There was no answer and he debated whether to walk over to Wilson's hole. Silently Croft cursed him for not noticing the phone, and then berated himself for not having discovered it before he briefed the others. He looked out across the river. Fine sergeant I am, he told himself.

            His ears were keyed to all the sounds of the night, and from long experience he sifted out the ones that were meaningless. If an animal rustled in its hole, he paid no attention; if some crickets chirped, his ear disregarded them. Now he picked a muffled slithering sound which he knew could be made only by men moving through a thin patch of jungle. He peered across the river, trying to determine where the foliage was least dense. At a point between his gun and Wilson's there was a grove of a few coconut trees sparse enough to allow men to assemble; as he stared into that patch of wood, he was certain he heard a man move. Croft's mouth tightened. His hand felt for the bolt of the machine gun, and he slowly brought it to bear on the coconut grove. The rustling grew louder; it seemed as if men were creeping through the brush on the other side of the river to a point opposite his gun. Croft swallowed once. Tiny charges seemed to pulse through his limbs and his head was as empty and shockingly aware as if it had been plunged into a pail of freezing water. He wet his lips and shifted his position slightly, feeling as though he could hear the flexing of his muscles.

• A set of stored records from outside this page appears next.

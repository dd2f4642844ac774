"""The racing line: distance along it, curvature, gradient, resampling.

A :class:`Line` is what the solver drives on. It is built from x/y points (curvature from
the heading against distance, smoothed by a width chosen from the points' own scatter:
docs/methods.md, Line geometry), or taken as given from a distance/curvature table.
"""

from __future__ import annotations

from dataclasses import dataclass, field

import numpy as np

from limitlap.errors import LimitlapError


@dataclass(frozen=True, eq=False)
class Line:
    """A line to drive, sampled at stations along it (all SI).

    Attributes
    ----------
    distance_m : numpy.ndarray
        Distance of each station from the first, starting at 0. [m]
    curvature_1_m : numpy.ndarray
        Path curvature, + for left-hand bends (ISO 8855). [1/m]
    gradient : numpy.ndarray
        dz/ds, + uphill. [-]
    length_m : float
        Closed: the full loop, including the step from the last station back to the
        first; open: ``distance_m[-1]``. [m]
    closed : bool
        True for a lap (periodic), False for an open stretch.
    x_m, y_m, z_m : numpy.ndarray or None
        Plane position (east, north) and height where known. [m]
    """

    distance_m: np.ndarray
    curvature_1_m: np.ndarray
    gradient: np.ndarray
    length_m: float
    closed: bool = True
    x_m: np.ndarray | None = None
    y_m: np.ndarray | None = None
    z_m: np.ndarray | None = None
    meta: dict = field(default_factory=dict)

    @property
    def ds_m(self) -> np.ndarray:
        """Step from each station to the next; closed lines wrap the last one. [m]."""
        ends = np.append(self.distance_m[1:], self.length_m)
        return ends - self.distance_m

    @property
    def n(self) -> int:
        """Number of stations."""
        return int(self.distance_m.shape[0])


def line_from_curvature(distance_m, curvature_1_m, gradient=None, *, closed=True, length_m=None):
    """Line from a distance/curvature table (docs/formats.md, Line files, second form).

    Parameters
    ----------
    distance_m, curvature_1_m : array-like
        Strictly increasing distance [m]; curvature, + left [1/m].
    gradient : array-like, optional
        dz/ds [-]; level when absent.
    closed : bool
        A lap when True: the step from the last point back to the first is taken equal
        to the mean step unless ``length_m`` is given.
    length_m : float, optional
        Full loop length. [m]

    Returns
    -------
    Line
    """
    s = np.asarray(distance_m, dtype=np.float64)
    k = np.asarray(curvature_1_m, dtype=np.float64)
    if s.ndim != 1 or s.shape != k.shape or s.shape[0] < 3:
        raise LimitlapError("a line needs at least 3 stations of distance and curvature")
    if not (np.isfinite(s).all() and np.isfinite(k).all()):
        raise LimitlapError("line distance and curvature must be finite")
    if np.any(np.diff(s) <= 0):
        raise LimitlapError("line distance must increase strictly")
    grad = np.zeros_like(s) if gradient is None else np.asarray(gradient, dtype=np.float64)
    s = s - s[0]
    if length_m is None:
        length_m = s[-1] + (s[-1] / (s.shape[0] - 1) if closed else 0.0)
    return Line(s, k, grad, float(length_m), closed)


#: Points closer together than this are one point (their mean): a repeated closing point,
#: a doubled survey point. [m]
MERGE_M = 0.05
#: Points are also merged within this many times the noise found, so that each chord is
#: long against the scatter and its direction means something. [-]
MERGE_NOISE_FACTOR = 10.0
#: The smoothing is set so that the scatter of the points leaves at most this standard
#: deviation in the curvature on straights (a radius of 10 km: even four times that, a
#: car at 1 g could take at over 500 km/h). [1/m]
CURVATURE_NOISE_1_M = 1.0e-4
#: ... or at most this share of the curvature found, whichever is larger (corners are
#: smoothed less than straights): the minimum speed then scatters by half as much. Our
#: choice, checked on generated noisy lines (tests/test_line_geometry.py). [-]
CURVATURE_NOISE_SHARE = 0.01
#: Narrowest smoothing: a finer grid only costs time. [m]
MIN_WIDTH_M = 0.04
#: Likewise for the gradient from heights. [-]
GRADIENT_NOISE = 1.0e-3
#: Smallest height difference between the two passes at a crossing for it to count as a
#: bridge (road clearances are 4-5 m). Common practice, no published source. [m]
BRIDGE_CLEARANCE_M = 2.0
#: A corner whose peak curvature the smoothing lowers by more than this share gets a
#: warning (its minimum speed about half that share too high). [-]
ROUNDING_WARN = 0.02
#: Corners checked for rounding: radius at most this. [m]
ROUNDING_RADIUS_M = 150.0
#: Smallest jump of curvature made a step again by the sharpening (a straight meeting a
#: 1 km radius). [1/m]
JUMP_MIN_1_M = 1.0e-3
#: Points that turn more than this between neighbours describe the corner too coarsely
#: to know its shape between them. [rad]
TURN_PER_POINT_WARN_RAD = 0.25
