"""Screen many candidate pairs at once with the vectorised kernels of the pair rules.

``dossier screen PAIRS --out RESULT`` reads a table of candidate pairs (CSV
or Parquet, one pair per row), streams it in chunks so that memory stays
bounded whatever its size, runs on every row the kernels that the rules
themselves use (``kernel()`` in each rule module: parallax agreement,
proper motion against the bound-orbit limit, radial-velocity agreement,
chance alignment) and the verdict (:func:`dossier.rules.verdict.combine_arrays`),
and writes one row per pair (CSV or Parquet, by the extension of RESULT).
Because ``weigh`` computes its numbers through the same kernels, the two give
the same numbers for the same pair.

With ``--engine dask`` (:func:`screen_dask`), PAIRS may also be a folder of
Parquet (or CSV) files; each partition (a CSV file, or about ``--chunk`` pairs
of whole row groups of a Parquet file) goes through the same reader, kernels
and writer on a dask worker, into one Parquet part of the folder RESULT.

Input columns (``--map column=field`` renames others): see :data:`FIELDS`.
Output columns: see :data:`OUTPUT_COLUMNS` (also in the README).
"""

from __future__ import annotations

import os
import re
import tempfile
from collections.abc import Callable, Iterator
from contextlib import contextmanager
from dataclasses import dataclass
from pathlib import Path

import numpy as np

from dossier.errors import DossierError

#: Input fields: (name, unit, required).
FIELDS: tuple[tuple[str, str, bool], ...] = (
    ("pair_id", "", True),
    ("ra1", "deg", True), ("dec1", "deg", True), ("ra2", "deg", True), ("dec2", "deg", True),
    ("parallax1", "mas", False), ("parallax_error1", "mas", False),
    ("parallax2", "mas", False), ("parallax_error2", "mas", False),
    ("pmra1", "mas/yr", False), ("pmra_error1", "mas/yr", False), ("pmdec1", "mas/yr", False),
    ("pmdec_error1", "mas/yr", False),
    ("pmra2", "mas/yr", False), ("pmra_error2", "mas/yr", False), ("pmdec2", "mas/yr", False),
    ("pmdec_error2", "mas/yr", False),
    ("rv1", "km/s", False), ("rv_error1", "km/s", False), ("rv2", "km/s", False), ("rv_error2", "km/s", False),
    ("mag1", "mag", False), ("mag2", "mag", False),
    ("mass1", "Msun", False), ("mass2", "Msun", False),
    ("mass_error1", "Msun", False), ("mass_error2", "Msun", False),
    ("pmra_pmdec_corr1", "", False), ("pmra_pmdec_corr2", "", False),
    ("field_density", "deg-2", False),
    ("inner1", "", False), ("inner2", "", False),
)
NUMERIC = tuple(name for name, _, _ in FIELDS if name != "pair_id")

#: Output columns and what they hold.
OUTPUT_COLUMNS: dict[str, str] = {
    "pair_id": "the input pair id",
    "separation_arcsec": "angular separation of 2 from 1 (arcsec)",
    "position_angle_deg": "position angle of 2 from 1, north through east (deg)",
    "projected_separation_au": "separation at the pair's parallax (au): the members' weighted mean, or the first's "
                               "when they differ by more than 3σ",
    "total_mass_msun": "mass1 + mass2, estimated where missing (solar masses)",
    "mass_estimated": "true where a mass was estimated from the magnitude and parallax",
    "period_yr": "Kepler period of a circular orbit with a = projected separation (yr)",
}
#: The pair model's and the verdict's columns, after each diagnostic rule's ``_outcome``, ``_statistic``, ``_strength``.
VERDICT_COLUMNS: dict[str, str] = {
    "field_density_used": "field stars per square degree at least as bright as the fainter star (input, table or "
                          "setting)",
    "prior_log10": "log10 odds physical : chance from the separation prior (companions against field stars)",
    "parallax_log10": "log10 odds physical : chance from the parallaxes",
    "motion_log10": "log10 odds physical : chance from the proper motions and RVs, given the parallaxes",
    "binding_prior_log10": "log10 odds bound : co-moving from the separation prior",
    "binding_motion_log10": "log10 odds bound : co-moving from the velocity difference",
    "delta_v_tangential_kms": "velocity difference on the sky, perspective removed (km/s)",
    "circular_speed_kms": "circular speed at the projected separation (km/s)",
    "p_bound": "P(bound)", "p_comoving": "P(co-moving)", "p_chance": "P(chance alignment)",
    "p_physical": "P(bound) + P(co-moving)", "p_bound_given_physical": "P(bound) / P(physical)",
    "status": "bound, co-moving, optical or undetermined",
    "probability": "the probability of the status (probability_of says which)",
    "probability_of": "P(bound), P(co-moving), P(chance alignment), or P(physical) for undetermined",
    "limited_by_model": "true where the probability is nearer 0 or 1 than the model's limit (shown as a limit)",
    "moved_most": "the term that moved the verdict most towards its status",
}
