def _remove_abandoned_temporaries(path: Path) -> None:
    """Delete ``.<name>.<pid>.<hex>.tmp`` beside ``path`` (only call this holding the log's lock)."""
    pattern = re.compile(rf"\.{re.escape(path.name)}\.\d+\.[0-9a-f]{{8}}\.tmp")
    try:
        names = os.listdir(path.parent)
    except OSError:
        return
    for name in names:
        if pattern.fullmatch(name):
            with contextlib.suppress(OSError):
                os.unlink(path.parent / name)


def _replace_atomically(path: Path, text: str) -> None:
    """Write ``text`` to a temporary file beside ``path``, fsync it, rename it over ``path``, fsync the folder."""
    folder = path.parent
    temporary = folder / _temporary_name(path)
    # os.open applies the umask to 0o666, so a new log gets the permissions of any new file
    fd = os.open(temporary, os.O_WRONLY | os.O_CREAT | os.O_EXCL, 0o666)
    try:
        with os.fdopen(fd, "wb") as handle:
            handle.write(text.encode("utf-8"))
            handle.flush()
            os.fsync(handle.fileno())
        if path.exists():
            os.chmod(temporary, stat.S_IMODE(path.stat().st_mode))
        os.replace(temporary, path)
    except BaseException:
        with contextlib.suppress(FileNotFoundError):
            os.unlink(temporary)
        raise
    directory = os.open(folder, os.O_RDONLY | getattr(os, "O_DIRECTORY", 0))
    try:
        os.fsync(directory)
    finally:
        os.close(directory)


@dataclass(frozen=True)
class Duplicate:
    """A measure that was not written because the same measure exists."""

    index: int  #: position in the measures given
    log_line: int | None  #: line of the same measure already in the log, or
    earlier: int | None  #: position of the same measure earlier among those given


@dataclass(frozen=True)
class Appended:
    """What :func:`append_measures` wrote."""

    path: Path
    written: list[LogMeasure]
    lines: list[int]  #: line in the log where each written measure starts
    duplicates: list[Duplicate]


def append_measures(path: Path, measures: Sequence[LogMeasure], shown: str, *,
                    duplicates: Literal["refuse", "skip"] = "refuse") -> Appended:
    """Append measures to a log in one atomic write, under the log's lock.

    Parameters
    ----------
    path
        The ``log.csv`` file (created with its header when missing; its
        folder must exist).
    measures
        Validated measures, written in this order.
    shown
        The log's path as the user should see it in problems.
    duplicates
        ``"refuse"``: if any measure is already in the log (or given twice),
        write nothing and raise. ``"skip"``: write the others and list the
        duplicates in the result.

    Raises
    ------
    ProblemsFound
        The current log has problems (nothing is written over a log that
        cannot be read back), or a duplicate is refused.
    """
    with _locked(path):
        table, entries, problems = _log_entries(path, shown)
        if problems:
            raise ProblemsFound(problems + [Problem(shown, 0, 0, "", "the log has problems, so nothing was written.",
                                                    "correct the rows named here, then try again.")])
        seen: dict[tuple, tuple[int | None, int | None]] = {m.key(): (line, None) for line, m in entries}
        fresh: list[LogMeasure] = []
        found: list[Duplicate] = []
        for i, measure in enumerate(measures):
            key = measure.key()
            if key in seen:
                found.append(Duplicate(i, *seen[key]))
            else:
                seen[key] = (None, i)
                fresh.append(measure)
        if found and duplicates == "refuse":
            raise ProblemsFound([_duplicate_problem(d, shown) for d in found])
        if not fresh:
            return Appended(path, [], [], found)
        text, lines = _text_with(table, fresh)
        _replace_atomically(path, text)
        return Appended(path, fresh, lines, found)


def write_log(path: Path, measures: Sequence[LogMeasure]) -> None:
    """Replace a whole log with ``measures`` (header first), atomically and under the lock."""
    with _locked(path):
        _replace_atomically(path, _csv_text([COLUMNS, *(log_row(m) for m in measures)]))


def _duplicate_problem(duplicate: Duplicate, shown: str) -> Problem:
    if duplicate.log_line is not None:
        return Problem(shown, duplicate.log_line, 0, "", "the same measure is already in the log, so it was not added again.",
                       "nothing to do; a new measure differs from it in at least one value.")
    return Problem(shown, 0, 0, "", f"measure {duplicate.index + 1} repeats measure {duplicate.earlier + 1} exactly.",
                   "give each measure once.")


def _text_with(table: _Table | None, fresh: Sequence[LogMeasure]) -> tuple[str, list[int]]:
    """The log's text with ``fresh`` appended, and the first line of each new row."""
    if table is not None and table.header == list(COLUMNS):
        text = table.text if table.text.endswith("\n") else table.text + "\n"
    else:
        old = [] if table is None else table.rows
        header = [] if table is None else table.header
        text = _csv_text([COLUMNS, *([dict(zip(header, row.cells)).get(c, "") for c in COLUMNS] for row in old)])
    lines = []
    line = text.count("\n") + 1
    for measure in fresh:
        row = _csv_text([log_row(measure)])
        lines.append(line)
        line += row.count("\n")
        text += row
    return text, lines


# ----------------------------------------------------------------------------
# the commands: add one measure, import a file


def log_path(root: Path, system_id: str) -> Path:
    return Path(root) / SYSTEMS_DIR / system_id / LOG_FILE


def shown_log(system_id: str) -> str:
    return f"{SYSTEMS_DIR}/{system_id}/{LOG_FILE}"


def _system(root: Path, system_id: str) -> tuple[list[str], set[str]]:
    """The pair ids of a system and the project's source ids; the project must load without problems."""
    project = load_project(root, only=system_id)
    return [pair.id for pair in project.systems[system_id].pairs], set(project.references)


def option_name(field: str) -> str:
    """How ``log add`` names a field: ``PAIR`` (argument) or ``--theta-error``."""
    return "PAIR" if field == "pair" else "--" + field.replace("_", "-")


def add_measure(root: Path, system_id: str, values: dict[str, str | None]) -> Appended:
    """Validate one measure typed on the command line and append it.

    Parameters
    ----------
    root, system_id
        The project folder and the system whose log receives the measure.
    values
        Field name -> text as typed (``None`` or blank: not given).

    Raises
    ------
    ProblemsFound
        With every problem (project, values, pair, source, exact duplicate);
        nothing is written then.
    """
    pairs, references = _system(Path(root), system_id)
    data = {name: value.strip() for name, value in values.items() if value is not None and value.strip()}
    names = {name: option_name(name) for name in COLUMNS}
    measure, problems = _measure(data, names, COMMAND_LINE, 0)
    problems += _check_names(data, problems, 0, names, COMMAND_LINE, system_id, pairs, references)
    if problems:
        raise ProblemsFound(problems)
    assert measure is not None
    return append_measures(log_path(root, system_id), [measure], shown_log(system_id))


@dataclass(frozen=True)
class Rejected:
    """A row of an imported file that was not imported."""

    line: int
    cells: list[str]
    problems: list[Problem]


@dataclass(frozen=True)
class Imported:
    """The outcome of :func:`import_log`."""

    appended: Appended
    source_lines: list[int]  #: line in the imported file of each measure offered to the log
    rejected: list[Rejected]
    rejected_file: Path | None


def _parse_mapping(mapping: Sequence[str], header: list[str], shown: str) -> tuple[dict[str, str], list[Problem]]:
    """``["PA=theta", ...]`` -> {column: field}, with a problem for each bad entry."""
    result: dict[str, str] = {}
    problems = []
    for entry in mapping:
        column, sep, field = (part.strip() for part in entry.partition("="))
        if not sep or not column or not field:
            problems.append(Problem(COMMAND_LINE, 0, 0, "--map", f"'{entry}' is not of the form COLUMN=FIELD.",
                                    "write for example --map 'PA=theta'."))
            continue
        if column not in header:
            problems.append(Problem(COMMAND_LINE, 0, 0, "--map", f"{shown} has no column '{column}'.",
                                    _suggest(column, set(header), f"use one of: {', '.join(h for h in header if h)}")))
        if field not in COLUMNS:
            problems.append(Problem(COMMAND_LINE, 0, 0, "--map", f"'{field}' is not a field of the log.",
                                    _suggest(field, set(COLUMNS), f"use one of: {', '.join(COLUMNS)}")))
        if column in result:
            problems.append(Problem(COMMAND_LINE, 0, 0, "--map", f"column '{column}' is mapped twice.", "map it once."))
        result[column] = field
    return result, problems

            The Jap mortar fired again and he started. The shells were falling by the next platoon, the sound painful and jarring to him. He stared out on the moonlit river until his eyes deceived him; he began to think he could see the heads of men in the dark swirls of the current. Croft gazed down at his knees for an instant and then across the river again. He looked a little to the left or right of where he thought the Japanese might be; from long experience he had learned a man could not look directly at an object and see it in the darkness. Something seemed to move in the grove, and a new trickle of sweat formed and rolled down his back. He twisted uncomfortably. Croft was unbearably tense, but the sensation was not wholly unpleasant.